# EXERCISE PROMPT:
State the number of lines in the records that contain "type", with no other words.
--------------------------------------------------
/** Nearest AWG number to a diameter in mm. */
export function nearestAwg(diameterMm: number): number {
  return Math.round(36 - (39 * Math.log(diameterMm / 0.127)) / Math.log(92));
}

export function gaugeText(radiusM: number): string {
  const d = radiusM * 2000;
  const n = nearestAwg(d);
  return `${d.toFixed(1)} mm diameter copper (≈ ${n} AWG, ${awgDiameterMm(n).toFixed(2)} mm; nearest gauge by the AWG formula)`;
}

/* ----------------------------------------------------------------------------------------------
 * Finding the candidate's design again
 * -------------------------------------------------------------------------------------------- */

/**
 * The proposal behind a shortlisted candidate: re-enumerated for its band and type (no solver
 * work) and matched by id, design key and rotation. Null when the project no longer yields it.
 */
export function resolveProposal(project: Project, candidate: Candidate): Proposal | null {
  const setup = enumeratePlan(project, { bands: [candidate.band], types: [candidate.type] });
  for (const b of setup.bands)
    for (const { proposal: p, key, withConductors } of b.proposed) {
      const id = `${candidate.band}-${p.groupKey.replace(/:/g, '-')}`;
      if (id !== candidate.id || p.placement.rotationDeg !== candidate.rotationDeg) continue;
      if (key === candidate.evaluationKey) return p;
      // A placement near a metal support: its design with the support in the model.
      if (withConductors?.key === candidate.evaluationKey) return { ...p, design: withConductors.design };
    }
  return null;
}

/* ----------------------------------------------------------------------------------------------
 * Tuning from the solver
 * -------------------------------------------------------------------------------------------- */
--------------------------------------------------
# RESPONSE TO THIS TASK:
2